Simulated Author's Rebuttal

2 responses · 0 unresolved

We thank the referee for the constructive feedback highlighting the need to strengthen the foundational assumptions of our metrics and to improve the quantitative reporting of our audit results. We address each major comment below and outline planned revisions.

read point-by-point responses

  1. Referee: The definitions of Blind Gap and Visual Gain (introduced after the audit description) rest on the assumption that benchmark questions require scene-specific visual evidence rather than being solvable via textual patterns or common sense. Without independent verification—such as question-type analysis, human studies on visual necessity, or dataset construction details—this risks interpreting dataset artifacts as modality collapse.
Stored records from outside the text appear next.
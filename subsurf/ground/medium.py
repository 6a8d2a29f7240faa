"""The ground as the wave sees it, given either as constants (ε, σ) or as a soil description."""

from __future__ import annotations

from dataclasses import dataclass, field

__all__ = ["Medium"]


@dataclass
class Medium:
    """The ground as the wave sees it: ε(f) and σ, with a label and the facts used.

    For a direct description (``eps_const``, ``sigma_const``) the dielectric loss may be
    given a frequency dependence by ``q`` (dielectric Q of Kjartansson's constant-Q
    permittivity, :func:`subsurf.soil.relaxation.constant_q_permittivity`, with ε' =
    ``eps_const.real`` at ``reference_freq_hz``); without it ε is constant and the only
    frequency dependence of the loss is that of conduction (``loss_note`` says so).
    """

    label: str
    facts: dict = field(default_factory=dict)
    eps_const: complex | None = None
    sigma_const: float | None = None
    soil: object | None = None  # subsurf.soil.Soil
    q: float | None = None
    reference_freq_hz: float = 100e6
    loss_note: str | None = None

    def electrical(self, freq_hz):
        """Return (eps, sigma) at ``freq_hz`` without counting conduction twice."""
        import numpy as np

        if self.soil is not None:
            return self.soil.electrical(freq_hz)
        f = np.asarray(freq_hz, dtype=float)
        sigma = np.full(f.shape, self.sigma_const)
        if self.q is not None and np.isfinite(self.q):
            from .relaxation import constant_q_permittivity

            eps = constant_q_permittivity(f, self.eps_const.real, self.q, reference_freq_hz=self.reference_freq_hz)
            return np.asarray(eps, dtype=complex) + 1j * self.eps_const.imag, sigma
        return np.full(f.shape, self.eps_const, dtype=complex), sigma
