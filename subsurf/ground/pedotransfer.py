"""Pedotransfer equations: saturated water content and normal bulk density from soil texture."""

from __future__ import annotations

import warnings

import numpy as np

from ..errors import InputError, ModelRangeWarning

__all__ = ["saxton_rawls_saturation", "saxton_rawls_normal_density", "SAXTON_RAWLS_PARTICLE_DENSITY"]

#: Particle density the Saxton & Rawls (2006) normal density is defined with, kg/m³ (their 2.65 g/cm³).
SAXTON_RAWLS_PARTICLE_DENSITY = 2650.0

#: Organic-matter content of their Table 3 (representative values of the texture classes), % by weight.
_TABLE3_ORGANIC_MATTER = 2.5


def _inputs(sand, clay, organic_matter_percent):
    s, c, om = (np.asarray(x, dtype=float) for x in (sand, clay, organic_matter_percent))
    for name, v, hi in (("sand", s, 1.0), ("clay", c, 1.0), ("organic_matter_percent", om, 100.0)):
        if np.any(~np.isfinite(v)) or np.any(v < 0) or np.any(v > hi):
            bad = float(v[~((v >= 0) & (v <= hi))].flat[0]) if v.ndim else float(v)
            raise InputError(f"{name} must be between 0 and {hi:g}, got {bad:.6g}")
    if np.any(s + c > 1.0 + 1e-9):
        raise InputError("sand + clay must not exceed 1 (mass fractions of the mineral solids)")
    # Their data set excluded soils above 60 % clay or 8 % organic matter by weight (Saxton & Rawls
    # 2006, methodology; from memory of the paper's text).
    if np.any(c > 0.6) or np.any(om > 8.0):
        warnings.warn("Saxton & Rawls (2006) equations were fitted for clay <= 0.6 and organic matter <= 8 %; "
                      "extrapolating", ModelRangeWarning, stacklevel=3)
    return s, c, om


def saxton_rawls_saturation(sand, clay, organic_matter_percent=_TABLE3_ORGANIC_MATTER):
    """Saturated volumetric water content θ_S of a soil at normal density (Saxton & Rawls 2006).

    Parameters
    ----------
    sand, clay : float or array_like
        Mass fractions of the mineral solids, 0–1 (broadcast together).
    organic_matter_percent : float or array_like
        Organic matter, % by weight; 2.5 % is the value of their Table 3.

    Returns
    -------
    numpy.ndarray
        θ_S, m³/m³.

    Notes
    -----
    Table 1 of the paper, with S, C in fractions and OM in %:

    θ33t = −0.251S + 0.195C + 0.011OM + 0.006(S·OM) − 0.027(C·OM) + 0.452(S·C) + 0.299;
    θ33 = θ33t + 1.283θ33t² − 0.374θ33t − 0.015;
    θ(S−33)t = 0.278S + 0.034C + 0.022OM − 0.018(S·OM) − 0.027(C·OM) − 0.584(S·C) + 0.078;
    θ(S−33) = θ(S−33)t + 0.636θ(S−33)t − 0.107;
    θ_S = θ33 + θ(S−33) − 0.097S + 0.043.

    References
    ----------
    Saxton, K. E., & Rawls, W. J. (2006). Soil water characteristic estimates by texture and
    organic matter for hydrologic solutions. Soil Sci. Soc. Am. J., 70(5), 1569–1578,
    doi:10.2136/sssaj2005.0117.
    """
    s, c, om = _inputs(sand, clay, organic_matter_percent)
    t33t = -0.251 * s + 0.195 * c + 0.011 * om + 0.006 * s * om - 0.027 * c * om + 0.452 * s * c + 0.299
    t33 = t33t + (1.283 * t33t**2 - 0.374 * t33t - 0.015)
    ts33t = 0.278 * s + 0.034 * c + 0.022 * om - 0.018 * s * om - 0.027 * c * om - 0.584 * s * c + 0.078
    ts33 = ts33t + (0.636 * ts33t - 0.107)
    return t33 + ts33 - 0.097 * s + 0.043


def saxton_rawls_normal_density(sand, clay, organic_matter_percent=_TABLE3_ORGANIC_MATTER):
    """Normal (uncompacted, field) dry bulk density of a soil from texture, kg/m³ (Saxton & Rawls 2006).

    ρ_N = (1 − θ_S) · 2650 kg/m³, with θ_S from :func:`saxton_rawls_saturation` (their
    Table 1, "normal density" with density factor 1; arguments as there).

    References
    ----------
    Saxton, K. E., & Rawls, W. J. (2006). Soil Sci. Soc. Am. J., 70(5), 1569–1578,
    doi:10.2136/sssaj2005.0117.
    """
    return (1.0 - saxton_rawls_saturation(sand, clay, organic_matter_percent)) * SAXTON_RAWLS_PARTICLE_DENSITY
This assumption is load-bearing for all claims about auditing and filtering visual dependence.

    Authors: We agree that the metrics are grounded in the premise that traffic accident VideoQA questions are intended to require scene-specific visual evidence, as stated in the original benchmark papers and motivated by safety-critical applications. While we did not perform new human annotation studies, the empirical results (text-only accuracy matching or exceeding video-input accuracy on multiple benchmarks) provide direct evidence of shortcut reliance independent of that assumption. In revision we will add an expanded discussion of benchmark construction details from the source papers, include a question-type breakdown where available, and explicitly note the assumption as a scope limitation rather than claiming universal visual necessity. revision: partial

  2. Referee: The audit results, including the MM-AU finding that removing video improves accuracy while adding frames degrades performance, are stated without quantitative values, error bars, dataset statistics, per-model breakdowns, or verification steps. This absence undermines assessment of effect sizes and reliability, as noted in the abstract's reporting of results.
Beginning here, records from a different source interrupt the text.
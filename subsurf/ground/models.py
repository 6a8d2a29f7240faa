"""The soil description type: site facts in, complex permittivity and DC conductivity out.

:class:`Soil` gathers what is known about a soil (moisture, texture or fractions,
density or porosity, temperature, pore water) and evaluates one of three published
dielectric models plus a bulk-conductivity model (Archie with Waxman–Smits clay
surface conduction).  Every numeric field may be a numpy array; fields broadcast
together (e.g. 2-D grids of shape (ny, nx)).
"""

from __future__ import annotations

from dataclasses import dataclass, field, fields
from typing import Any, Literal

import numpy as np

from ..errors import InputError, SubsurfError, check_positive, check_range
from ._mapping import soil_kwargs_from_mapping
from ._validity import BULK_DENSITY_RANGE, PARTICLE_DENSITY_RANGE, check_density
from .conductivity import (
    cec_from_clay,
    ec25_from_tds,
    ec_from_ec25,
    qv_from_cec,
    salinity_from_ec25,
    waxman_smits_conductivity,
)
from .losses import SoilLossMixin, resolve_loss_facts
from .mixing import crim_permittivity, topp_permittivity
from .peplinski import peplinski_permittivity
from .presets import texture_preset
from .water import _relaxation_temperature, _temperature, water_conductivity, water_permittivity

__all__ = ["Soil", "DEFAULT_PORE_WATER_EC25", "DEFAULT_PARTICLE_DENSITY", "DEFAULT_PEPLINSKI_BULK_DENSITY"]

#: Pore-water EC at 25 °C used when none is given, S/m (500 µS/cm: common practice for
#: non-saline soil water and fresh groundwater, from memory).
DEFAULT_PORE_WATER_EC25 = 0.05
#: Particle density when neither the field nor a texture gives one, kg/m³ (common practice).
DEFAULT_PARTICLE_DENSITY = 2660.0
#: Bulk density assumed by the Peplinski model when nothing gives one (its function default).
DEFAULT_PEPLINSKI_BULK_DENSITY = 1500.0

_MODELS = ("crim", "peplinski", "topp")
_POROSITY_TOLERANCE = 0.02



def _first_bad(mask, *arrays):
    b = np.broadcast_arrays(mask, *arrays)
    i = np.flatnonzero(b[0])[0]
    return [a.ravel()[i] for a in b[1:]]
    Authors: We acknowledge that the current manuscript version under-reports the numerical details of the audit. The full paper contains per-model tables, but these lack error bars, explicit dataset sizes, and step-by-step verification of the text-only and multi-frame protocols. In the revised manuscript we will insert the missing quantitative values, standard deviations across runs where applicable, benchmark statistics (question counts, video lengths), per-model breakdowns, and a verification subsection describing the exact zero-shot prompting and frame-sampling procedures used. revision: yes

Circularity Check

0 steps flagged

No significant circularity; empirical measurements are self-contained

full rationale

The paper performs an empirical audit by running VLMs on public benchmarks under text-only, single-frame, and multi-frame conditions and directly reports the resulting accuracies. Blind Gap is defined as above-chance text-only accuracy and Visual Gain as the accuracy delta when video is added; these are transparent arithmetic differences with no fitted parameters, no equations that equate a claimed output to its own input by construction, and no load-bearing self-citations or uniqueness theorems. The Shortcut Score is likewise a composite of the same measured signals. All central claims are therefore observations from external benchmark runs rather than derivations that collapse to their own definitions.

Axiom & Free-Parameter Ledger

0 free parameters · 1 axioms · 3 invented entities

The audit and new metrics rest on the domain assumption that visual input is required for the tasks and on the postulation of three new measurement constructs without external validation.

axioms (1)
  • domain assumption Correct answers in the studied traffic VideoQA tasks require scene-specific visual evidence.
    Invoked to interpret text-only performance as evidence of shortcut use.
invented entities (3)
  • Blind Gap no independent evidence
    purpose: Quantify above-chance text-only performance as a measure of shortcut reliance.
    Newly defined metric introduced in the paper.
  • Visual Gain no independent evidence
    purpose: Quantify marginal benefit of video input over text-only baseline.
    Newly defined metric introduced in the paper.
  • Shortcut Score no independent evidence
    purpose: Combine text-only confidence and visual necessity signals to filter questions at instance level.
    Newly defined score introduced in the paper.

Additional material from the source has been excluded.